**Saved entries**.

══════════

// Package summary is summary.json, the machine-readable record of a
// tracking run and of its report: provenance (tool, configuration, input
// files with checksums), frames read and skipped, the sea state, counts of
// crests and tracks, the crest-speed ratio statistics per steepness class,
// whitecap and breaking-inception results, timings and the path of every
// output. JSON has no NaN: unknown numbers are written as null and read
// back as NaN.
package summary

import (
	"bytes"
	"crypto/sha256"
	"encoding/hex"
	"encoding/json"
	"errors"
	"fmt"
	"io"
	"math"
	"os"
	"path/filepath"

	"crestspeed/report/stats"
	"crestspeed/report/table"
	"crestspeed/speed"
)

// Caution is printed in every report and summary.
const Caution = "crestspeed gives research estimates from the recorded data; it is not a safety or navigation system. Defer to local practice and regulations for any decision at sea."

// FileInfo identifies an input or output file.
type FileInfo struct {
	Path   string `json:"path"`
	Bytes  int64  `json:"bytes"`
	SHA256 string `json:"sha256,omitempty"`
}

// DescribeFile returns the absolute path, size and SHA-256 of a file.
func DescribeFile(path string) (FileInfo, error) {
	f, err := os.Open(path)
	if err != nil {
		return FileInfo{}, fmt.Errorf("cannot read %s: %w", path, err)
	}
	defer f.Close()
	h := sha256.New()
	n, err := io.Copy(h, f)
	if err != nil {
		return FileInfo{}, fmt.Errorf("cannot read %s: %w", path, err)
	}
	abs, _ := filepath.Abs(path)
	return FileInfo{Path: abs, Bytes: n, SHA256: hex.EncodeToString(h.Sum(nil))}, nil
}

// Summary is summary.json.
type Summary struct {
	Tool     map[string]string           `json:"tool"`
	Caution  string                      `json:"caution"`
	Warnings []string                    `json:"warnings"`
	Config   any                         `json:"config"`
	Inputs   []FileInfo                  `json:"inputs"`
	Record   RecordSummary               `json:"record"`
	Site     *SiteSummary                `json:"site,omitempty"`
	Frames   FramesSummary               `json:"frames"`
	SeaState SeaStateSummary             `json:"sea_state"`
	Masked   float64                     `json:"masked_fraction"`
	Crests   CrestsSummary               `json:"crests"`
	Ratio    map[string]stats.RatioStats `json:"crest_speed_ratio"`
	Method   map[string]any              `json:"method"`
	Timings  map[string]float64          `json:"timings_s"`
	Outputs  map[string]string           `json:"outputs"`
	// Whitecaps and Inception are present when the record had a foam mask
	// and when B_x was computed.
	Whitecaps *WhitecapsSummary `json:"whitecaps,omitempty"`
	// Gauge compares the maps with an in-situ series, when one was given.
	Gauge     *GaugeSummary    `json:"gauge,omitempty"`
	Inception *speed.Inception `json:"inception,omitempty"`
	// NoiseLowPassHz is where the maps were low-passed for crest detection
	// because they carry a noise floor (track.noise_lowpass); 0 when they
	// were not.
	NoiseLowPassHz float64 `json:"noise_lowpass_hz"`
	// Band is the dominant-wave band this analysis found its crests in
	// (track.dominant_band_fp); nil when it took every wave.
	Band *BandSummary `json:"dominant_band,omitempty"`
	// Dominant is the dominant-wave analysis run beside this one, when
	// one was asked for: its band, folder and crest-speed ratios.
	Dominant *DominantSummary `json:"dominant,omitempty"`
}

// BandSummary is a dominant-wave band: in multiples of F_p, in Hz and in
// wavenumber (rad/m); a low edge of 0 is a low-pass.
type BandSummary struct {
	LowFp  float64 `json:"low_over_fp"`
	HighFp float64 `json:"high_over_fp"`
	LowHz  float64 `json:"low_hz"`
	HighHz float64 `json:"high_hz"`
	LowK   float64 `json:"low_wavenumber_rad_per_m"`
	HighK  float64 `json:"high_wavenumber_rad_per_m"`
}

// DominantSummary is the dominant-wave analysis of the same record, kept
// in its own folder (Folder, relative to this one) with its own tables
// and report.
type DominantSummary struct {
	Band          BandSummary                 `json:"band"`
	Folder        string                      `json:"folder"`
	Tracks        int                         `json:"tracks"`
	RowsWithSpeed int                         `json:"rows_with_speed"`
	Ratio         map[string]stats.RatioStats `json:"crest_speed_ratio"`
}

// RecordSummary describes the analysed record: its title and text
// attributes (site, source, ...), the CF units of its time axis (the
// time_s column of crests.csv counts seconds in these units; "" when the
// input gave none) and the time span covered.
type RecordSummary struct {
	Title      string            `json:"title"`
	Attributes map[string]string `json:"attributes"`
	TimeUnits  string            `json:"time_units"`
	FirstTimeS float64           `json:"first_time_s"`
	LastTimeS  float64           `json:"last_time_s"`
}

// FramesSummary counts frames.
type FramesSummary struct {
	InFile         int            `json:"in_file"`
	Read           int            `json:"read"`
	Skipped        int            `json:"skipped"`
	SkippedReasons map[string]int `json:"skipped_reasons"`
	// MaskedCells counts cells masked on reading (valid range,
	// implausible elevations, spikes), by reason.
	MaskedCells map[string]int64 `json:"masked_cells_by_reason"`
	Gaps        []GapSummary     `json:"gaps"`
	IntervalS   float64          `json:"interval_s"`
}

// GapSummary is one dropped-frame gap.
type GapSummary struct {
	AfterTimeS  float64 `json:"after_time_s"`
	BeforeTimeS float64 `json:"before_time_s"`
	Missing     int     `json:"missing_frames"`
}

// SeaStateSummary is the sea state of the record.
type SeaStateSummary struct {
	// Hm0 is 4√ of the variance in the waves' band (BandLowHz–BandHighHz)
	// with the noise floor removed; Hm0Total is 4√ of the whole variance;
	// NoiseRMS the RMS of the white noise floor removed (NaN, null, when
	// the spectrum shows no floor).
	Hm0        float64 `json:"hm0_m"`
	Hm0Total   float64 `json:"hm0_total_m"`
	NoiseRMS   float64 `json:"noise_rms_m"`
	BandLowHz  float64 `json:"wave_band_low_hz"`
	BandHighHz float64 `json:"wave_band_high_hz"`
	Tp         float64 `json:"tp_s"`
	// TpUncertainty and PeakPhaseSpeedUncertainty are the standard
	// uncertainties of Tp and c_p, NaN (null) when the analysis gave none;
	// a known c_p uncertainty widens the intervals of c_cr/c_p and
	// c_br/c_p.
	TpUncertainty float64 `json:"tp_uncertainty_s"`
	// MeanDirection is the direction of travel θ0 in the grid's frame:
	// degrees counter-clockwise from the grid's +x axis.
	MeanDirection float64 `json:"mean_direction_deg"`
	// DirectionToTrue and DirectionFromTrue are θ0 as true bearings,
	// degrees clockwise from true north, of where the waves travel to
	// (oceanographic convention) and come from (nautical and meteorological
	// convention); NaN (null) when the grid's heading is unknown.
	DirectionToTrue           float64 `json:"direction_to_deg_true"`
	DirectionFromTrue         float64 `json:"direction_from_deg_true"`
	DirectionSource           string  `json:"direction_source"`
	DirectionSpread           float64 `json:"direction_spread_deg"`
	Depth                     float64 `json:"depth_m"`
	DepthSource               string  `json:"depth_source"`
	PeakPhaseSpeed            float64 `json:"peak_phase_speed_mps"`
	PeakPhaseSpeedUncertainty float64 `json:"peak_phase_speed_uncertainty_mps"`
	PeakWavelength            float64 `json:"peak_wavelength_m"`
	CurrentU                  float64 `json:"current_x_mps"`
	CurrentV                  float64 `json:"current_y_mps"`
	Vorticity                 float64 `json:"vorticity_per_s"`
}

══════════

All of the entries must be written out exactly as they stand.

**Response to this task**.
// Package summary is summary.json, the machine-readable record of a
// tracking run and of its report: provenance (tool, configuration, input
// files with checksums), frames read and skipped, the sea state, counts of
// crests and tracks, the crest-speed ratio statistics per steepness class,
// whitecap and breaking-inception results, timings and the path of every
// output. JSON has no NaN: unknown numbers are written as null and read
// back as NaN.
package summary

import (
	"bytes"
	"crypto/sha256"
	"encoding/hex"
	"encoding/json"
	"errors"
	"fmt"
	"io"
	"math"
	"os"
	"path/filepath"

	"crestspeed/report/stats"
	"crestspeed/report/table"
	"crestspeed/speed"
)

// Caution is printed in every report and summary.
const Caution = "crestspeed gives research estimates from the recorded data; it is not a safety or navigation system. Defer to local practice and regulations for any decision at sea."

// FileInfo identifies an input or output file.
type FileInfo struct {
	Path   string `json:"path"`
	Bytes  int64  `json:"bytes"`
	SHA256 string `json:"sha256,omitempty"`
}

// DescribeFile returns the absolute path, size and SHA-256 of a file.
func DescribeFile(path string) (FileInfo, error) {
	f, err := os.Open(path)
	if err != nil {
		return FileInfo{}, fmt.Errorf("cannot read %s: %w", path, err)
	}
	defer f.Close()
	h := sha256.New()
	n, err := io.Copy(h, f)
	if err != nil {
		return FileInfo{}, fmt.Errorf("cannot read %s: %w", path, err)
	}
	abs, _ := filepath.Abs(path)
	return FileInfo{Path: abs, Bytes: n, SHA256: hex.EncodeToString(h.Sum(nil))}, nil
}

// Summary is summary.json.
type Summary struct {
	Tool     map[string]string           `json:"tool"`
	Caution  string                      `json:"caution"`
	Warnings []string                    `json:"warnings"`
	Config   any                         `json:"config"`
	Inputs   []FileInfo                  `json:"inputs"`
	Record   RecordSummary               `json:"record"`
	Site     *SiteSummary                `json:"site,omitempty"`
	Frames   FramesSummary               `json:"frames"`
	SeaState SeaStateSummary             `json:"sea_state"`
	Masked   float64                     `json:"masked_fraction"`
	Crests   CrestsSummary               `json:"crests"`
	Ratio    map[string]stats.RatioStats `json:"crest_speed_ratio"`
	Method   map[string]any              `json:"method"`
	Timings  map[string]float64          `json:"timings_s"`
	Outputs  map[string]string           `json:"outputs"`
	// Whitecaps and Inception are present when the record had a foam mask
	// and when B_x was computed.
	Whitecaps *WhitecapsSummary `json:"whitecaps,omitempty"`
	// Gauge compares the maps with an in-situ series, when one was given.
	Gauge     *GaugeSummary    `json:"gauge,omitempty"`
	Inception *speed.Inception `json:"inception,omitempty"`
	// NoiseLowPassHz is where the maps were low-passed for crest detection
	// because they carry a noise floor (track.noise_lowpass); 0 when they
	// were not.
	NoiseLowPassHz float64 `json:"noise_lowpass_hz"`
	// Band is the dominant-wave band this analysis found its crests in
	// (track.dominant_band_fp); nil when it took every wave.
	Band *BandSummary `json:"dominant_band,omitempty"`
	// Dominant is the dominant-wave analysis run beside this one, when
	// one was asked for: its band, folder and crest-speed ratios.
	Dominant *DominantSummary `json:"dominant,omitempty"`
}

// BandSummary is a dominant-wave band: in multiples of F_p, in Hz and in
// wavenumber (rad/m); a low edge of 0 is a low-pass.
type BandSummary struct {
	LowFp  float64 `json:"low_over_fp"`
	HighFp float64 `json:"high_over_fp"`
	LowHz  float64 `json:"low_hz"`
	HighHz float64 `json:"high_hz"`
	LowK   float64 `json:"low_wavenumber_rad_per_m"`
	HighK  float64 `json:"high_wavenumber_rad_per_m"`
}

// DominantSummary is the dominant-wave analysis of the same record, kept
// in its own folder (Folder, relative to this one) with its own tables
// and report.
type DominantSummary struct {
	Band          BandSummary                 `json:"band"`
	Folder        string                      `json:"folder"`
	Tracks        int                         `json:"tracks"`
	RowsWithSpeed int                         `json:"rows_with_speed"`
	Ratio         map[string]stats.RatioStats `json:"crest_speed_ratio"`
}

// RecordSummary describes the analysed record: its title and text
// attributes (site, source, ...), the CF units of its time axis (the
// time_s column of crests.csv counts seconds in these units; "" when the
// input gave none) and the time span covered.
type RecordSummary struct {
	Title      string            `json:"title"`
	Attributes map[string]string `json:"attributes"`
	TimeUnits  string            `json:"time_units"`
	FirstTimeS float64           `json:"first_time_s"`
	LastTimeS  float64           `json:"last_time_s"`
}

// FramesSummary counts frames.
type FramesSummary struct {
	InFile         int            `json:"in_file"`
	Read           int            `json:"read"`
	Skipped        int            `json:"skipped"`
	SkippedReasons map[string]int `json:"skipped_reasons"`
	// MaskedCells counts cells masked on reading (valid range,
	// implausible elevations, spikes), by reason.
	MaskedCells map[string]int64 `json:"masked_cells_by_reason"`
	Gaps        []GapSummary     `json:"gaps"`
	IntervalS   float64          `json:"interval_s"`
}

// GapSummary is one dropped-frame gap.
type GapSummary struct {
	AfterTimeS  float64 `json:"after_time_s"`
	BeforeTimeS float64 `json:"before_time_s"`
	Missing     int     `json:"missing_frames"`
}

// SeaStateSummary is the sea state of the record.
type SeaStateSummary struct {
	// Hm0 is 4√ of the variance in the waves' band (BandLowHz–BandHighHz)
	// with the noise floor removed; Hm0Total is 4√ of the whole variance;
	// NoiseRMS the RMS of the white noise floor removed (NaN, null, when
	// the spectrum shows no floor).
	Hm0        float64 `json:"hm0_m"`
	Hm0Total   float64 `json:"hm0_total_m"`
	NoiseRMS   float64 `json:"noise_rms_m"`
	BandLowHz  float64 `json:"wave_band_low_hz"`
	BandHighHz float64 `json:"wave_band_high_hz"`
	Tp         float64 `json:"tp_s"`
	// TpUncertainty and PeakPhaseSpeedUncertainty are the standard
	// uncertainties of Tp and c_p, NaN (null) when the analysis gave none;
	// a known c_p uncertainty widens the intervals of c_cr/c_p and
	// c_br/c_p.
	TpUncertainty float64 `json:"tp_uncertainty_s"`
	// MeanDirection is the direction of travel θ0 in the grid's frame:
	// degrees counter-clockwise from the grid's +x axis.
	MeanDirection float64 `json:"mean_direction_deg"`
	// DirectionToTrue and DirectionFromTrue are θ0 as true bearings,
	// degrees clockwise from true north, of where the waves travel to
	// (oceanographic convention) and come from (nautical and meteorological
	// convention); NaN (null) when the grid's heading is unknown.
	DirectionToTrue           float64 `json:"direction_to_deg_true"`
	DirectionFromTrue         float64 `json:"direction_from_deg_true"`
	DirectionSource           string  `json:"direction_source"`
	DirectionSpread           float64 `json:"direction_spread_deg"`
	Depth                     float64 `json:"depth_m"`
	DepthSource               string  `json:"depth_source"`
	PeakPhaseSpeed            float64 `json:"peak_phase_speed_mps"`
	PeakPhaseSpeedUncertainty float64 `json:"peak_phase_speed_uncertainty_mps"`
	PeakWavelength            float64 `json:"peak_wavelength_m"`
	CurrentU                  float64 `json:"current_x_mps"`
	CurrentV                  float64 `json:"current_y_mps"`
	Vorticity                 float64 `json:"vorticity_per_s"`
}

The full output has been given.